На крыльцо вышли майор Котов и батюшка. Вели себя они, как старые приятели. На Владимира посмотрели с интересом, без предубеждения. Алекс принялся всех знакомить.
Я незаметно отступил в терем. Прикрыл за собой дверь и дунул наверх: прежде чем куда-то ехать, я был обязан убедиться, что с Антигоной всё в порядке.
Слава Богу. Девчонка мирно спала, до подбородка закутанная в тёплое пуховое одеяло. Уж не знаю, какую молитву сотворил батюшка-сержант, но её отпустило.
Достав мешочек-оберег из-под подушки, я пристроил его Антигоне в ладошку: когда проснётся, поймёт всё правильно, в этом я не сомневаюсь.
Остаются ещё Котов и Владимир, но может быть, пока рядом отец Онуфрий, им ничего не грозит?..
Когда я вышел на улицу, перед крыльцом уже тарахтел Хам — ехать ночью, по узким грунтовкам, на «Чайке» было рискованно.
— Ну где тебя носит? — несмотря на внешнюю сердитость, взгляд Алекса выражал одобрение: он прекрасно знал, где я был и что делал. — Садись за руль, батюшка покажет дорогу.
— Ехать далече, — батюшка-сержант устроился на пассажирском сиденье, подоткнув рясу. — Дороги вдоль озера, как таковой, нету. Но я знаю несколько троп…
Мне не хотелось оставлять Антигону одну. И когда через пустырь метнулась неслышная серая тень, в которой я узнал кудлатого пса Гришку, от сердца отлегло. Внутрь он не пойдёт. Но и на порог никого чужого не пустит.
Главное, чтобы в селе ничего нового не приключилось, пока нас нет…
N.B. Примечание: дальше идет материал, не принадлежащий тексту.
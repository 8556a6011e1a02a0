// The lost-job sweep. MariaDB is the truth about reduction requests; Redis only carries the work. A request that
// MariaDB shows as queued or running but that the queue no longer holds was lost: Redis restarted (it keeps nothing
// on disk here), or the job's last attempt failed while MariaDB was away so its failure could not be recorded.
// Each worker runs the sweep on a timer; a lease row in MariaDB (worker_leases) lets only one worker at a time
// sweep, and the deterministic job id makes a second add of the same job a no-op in any case.
import { Op, QueryTypes } from 'sequelize';
import { getDb } from '@/lib/db';
import { log } from '@/lib/log';
import { addReductionJob, getReductionQueue, REDUCTION_ATTEMPTS, reductionJobId } from '@/lib/queue/reduction-queue';
import { ReductionJob, Scan } from '@/models';
import { markReductionFailed } from './reduce-scan';

const slog = log.child({ surface: 'reduction', part: 'sweep' });

export const SWEEP_LEASE = 'reduction-sweep';
/** Default time between sweeps of one worker (ms). */
export const SWEEP_INTERVAL_MS = 30_000;
/** A request younger than this is left alone (its web request may still be adding it to the queue). */
export const SWEEP_MIN_AGE_MS = 20_000;
/**
 * Runs a request may start in total, over all re-queues, before the sweep gives up on it: a job that keeps getting
 * lost (or that kills its worker) must end as failed, not circle for ever.
 */
export const SWEEP_MAX_RUNS = REDUCTION_ATTEMPTS * 2;
const BATCH = 200;

/** Job states in which the queue still holds (and will run, or is running) the job. */
const LIVE_STATES = new Set(['waiting', 'active', 'delayed', 'prioritized', 'waiting-children']);

export interface SweepOptions {
  /** Who sweeps (shown in worker_leases.holder). */
  holder: string;
  /** How long the lease lasts (ms); the holder renews it on every sweep. */
  leaseMs?: number;
  minAgeMs?: number;
}

export interface SweepReport {
  /** false when another worker holds the lease (nothing was looked at). */
  leased: boolean;
  /** Open requests looked at. */
  checked: number;
  /** Requests put back on the queue. */
  requeued: number[];
  /** Requests closed as failed because they had used up SWEEP_MAX_RUNS. */
  givenUp: number[];
}

/**
 * Takes or renews the named lease for `holder`; true when `holder` now holds it. One UPDATE decides, so two
 * workers asking at the same moment cannot both win.
 */
export async function acquireLease(name: string, holder: string, leaseMs: number): Promise<boolean> {
  const db = getDb();
  await db.query(
    "INSERT IGNORE INTO worker_leases (name, holder, expires_at) VALUES (?, NULL, '1970-01-01 00:00:01')",
    {
      replacements: [name],
    },
  );
  const [, meta] = (await db.query(
    `UPDATE worker_leases SET holder = :holder, expires_at = NOW(3) + INTERVAL :us MICROSECOND
      WHERE name = :name AND (holder = :holder OR holder IS NULL OR expires_at < NOW(3))`,
    { replacements: { name, holder, us: Math.round(leaseMs * 1000) }, type: QueryTypes.UPDATE },
  )) as unknown as [unknown, number];
  return Number(meta) === 1;
}

/** Gives the lease up (a stopping worker), so that another worker can sweep at once. */
export async function releaseLease(name: string, holder: string): Promise<void> {
  await getDb().query('UPDATE worker_leases SET holder = NULL WHERE name = ? AND holder = ?', {
    replacements: [name, holder],
  });
}

/** One sweep: finds open requests that the queue lost and queues them again (or closes them when used up). */
export async function sweepLostReductions(options: SweepOptions): Promise<SweepReport> {
  const report: SweepReport = { leased: false, checked: 0, requeued: [], givenUp: [] };
  const leaseMs = options.leaseMs ?? SWEEP_INTERVAL_MS * 3;
  if (!(await acquireLease(SWEEP_LEASE, options.holder, leaseMs))) return report;
  report.leased = true;
  const minAgeMs = options.minAgeMs ?? SWEEP_MIN_AGE_MS;
  const open = await ReductionJob.findAll({
    where: {
      status: { [Op.in]: ['queued', 'running'] },
      updated_at: { [Op.lte]: new Date(Date.now() - minAgeMs) },
    },
    order: [['id', 'ASC']],
    limit: BATCH,
  });
  const queue = getReductionQueue();
  for (const row of open) {
    report.checked++;
    const jobId = row.queue_job_id ?? reductionJobId(row.scan_id, row.calibration_id, row.settings_id);
    const held = await queue.getJob(jobId);
    if (held) {
      const state = await held.getState();
      if (LIVE_STATES.has(state)) continue;
      // A finished entry kept under the id would swallow the new add: remove it first.
      await held.remove().catch((err) => slog.warn('could not remove a finished queue entry', { jobId, err }));
    }
    // Read again: the job may have finished between the query above and now.
    const fresh = await ReductionJob.findByPk(row.id);
    if (!fresh || (fresh.status !== 'queued' && fresh.status !== 'running')) continue;
    if (fresh.attempts >= SWEEP_MAX_RUNS) {
      await markReductionFailed({
        reductionJobId: fresh.id,
        scanId: fresh.scan_id,
        message:
          `The reduction was started ${fresh.attempts} times and lost each time before it finished ` +
          '(a service went away or the worker stopped). It will not be tried again by itself; reduce the scan ' +
          'again once the services are steady.',
        attempts: fresh.attempts,
      });
      report.givenUp.push(fresh.id);
      continue;
    }
    // A split event file whose merge job was lost is planned again under the request's own id (its stored chunk
    // parts are overwritten by the new chunk jobs, lib/queue/event-flow.ts).
    const addId = fresh.chunks_total != null ? reductionJobId(row.scan_id, row.calibration_id, row.settings_id) : jobId;
    await addReductionJob(
      {
        scanId: fresh.scan_id,
        calibrationId: fresh.calibration_id,
        settingsId: fresh.settings_id,
        reductionJobId: fresh.id,
      },
      addId,
    );
    await fresh.update({ status: 'queued', queue_job_id: addId });
    await Scan.update(
      { status: 'queued', status_message: 'Queued again after the job queue lost the request.' },
      { where: { id: fresh.scan_id, status: { [Op.in]: ['queued', 'reducing'] } } },
    );
    report.requeued.push(fresh.id);
  }
  if (report.requeued.length || report.givenUp.length) {
    slog.info('lost reductions swept', { requeued: report.requeued, givenUp: report.givenUp });
  }
  return report;
}

/**
 * Runs `sweepLostReductions` now and then every `intervalMs` until `stop()` (which waits for a running sweep and
 * gives the lease up). Errors (a service away) are logged and the next tick tries again.
 */
export function startSweepTimer(options: SweepOptions & { intervalMs?: number }): { stop: () => Promise<void> } {
  const intervalMs = options.intervalMs ?? SWEEP_INTERVAL_MS;
  const leaseMs = options.leaseMs ?? intervalMs * 3;
  let running: Promise<unknown> | null = null;
  let stopped = false;
  const tick = () => {
    if (running || stopped) return;
    running = sweepLostReductions({ ...options, leaseMs })
      .catch((err) => slog.warn('sweep of lost reductions failed; trying again at the next tick', { err }))
      .finally(() => {
        running = null;
      });
  };
  tick();
  const timer = setInterval(tick, intervalMs);
  timer.unref();
  return {
    stop: async () => {
      stopped = true;
      clearInterval(timer);
      if (running) await running;
      await releaseLease(SWEEP_LEASE, options.holder).catch(() => undefined);
    },
  };
}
Выехали за полночь. Отец Онуфрий не обманул: дороги здесь были — одно название. Но Хам — скотинка выносливая, он только взрёвывал сердито, садясь в очередную колдобину по самое брюхо. Потом выбирался и вёз нас дальше…
К рассвету были на месте. Солнце ещё не взошло, только край неба приобрёл розоватую окраску. Перистые облачка собирались стайками вдоль горизонта. Ёлки на светлом фоне казались чёрными стражами в колючих плащах.
Разноцветные домики лагеря спускались по отлогой песчаной косе к самому берегу. По сизой воде стелился плотный туман, а вода была тёплая, как парное молоко…
Хам мы оставили за забором, прикрыв на всякий случай еловым лапником. Из багажника взяли лишь «малый туристский набор»: колья, мешок соли и несколько пластиковых бутылок со святой водой — батюшка Онуфрий ещё в тереме наскоро благословил двадцатилитровую флягу…
Вот интересная штука: святая вода. Нечисть её боится, как огня, антисептические свойства — лучше, чем у хлорки. Но пользоваться надо с умом. И добывать в промышленных количествах не всякий батюшка умеет… Концентрация «святости», я так понимаю, напрямую зависит от силы веры благословляющего.
Отец Онуфрий, к счастью, уже доказал, что его верой можно подковы гнуть. Так что в качестве святой воды сомнений не возникало.
Ох, как же мне интересно: почему обыкновенный сержант из учебки в святого батюшку переквалифицировался. Не иначе, чудо случилось. Потому что любой курсант, прошедший школу муштры сержанта Щербака, мог с уверенностью сказать: если и есть в нём волшебная сила, то не от Бога она, а от дьявола…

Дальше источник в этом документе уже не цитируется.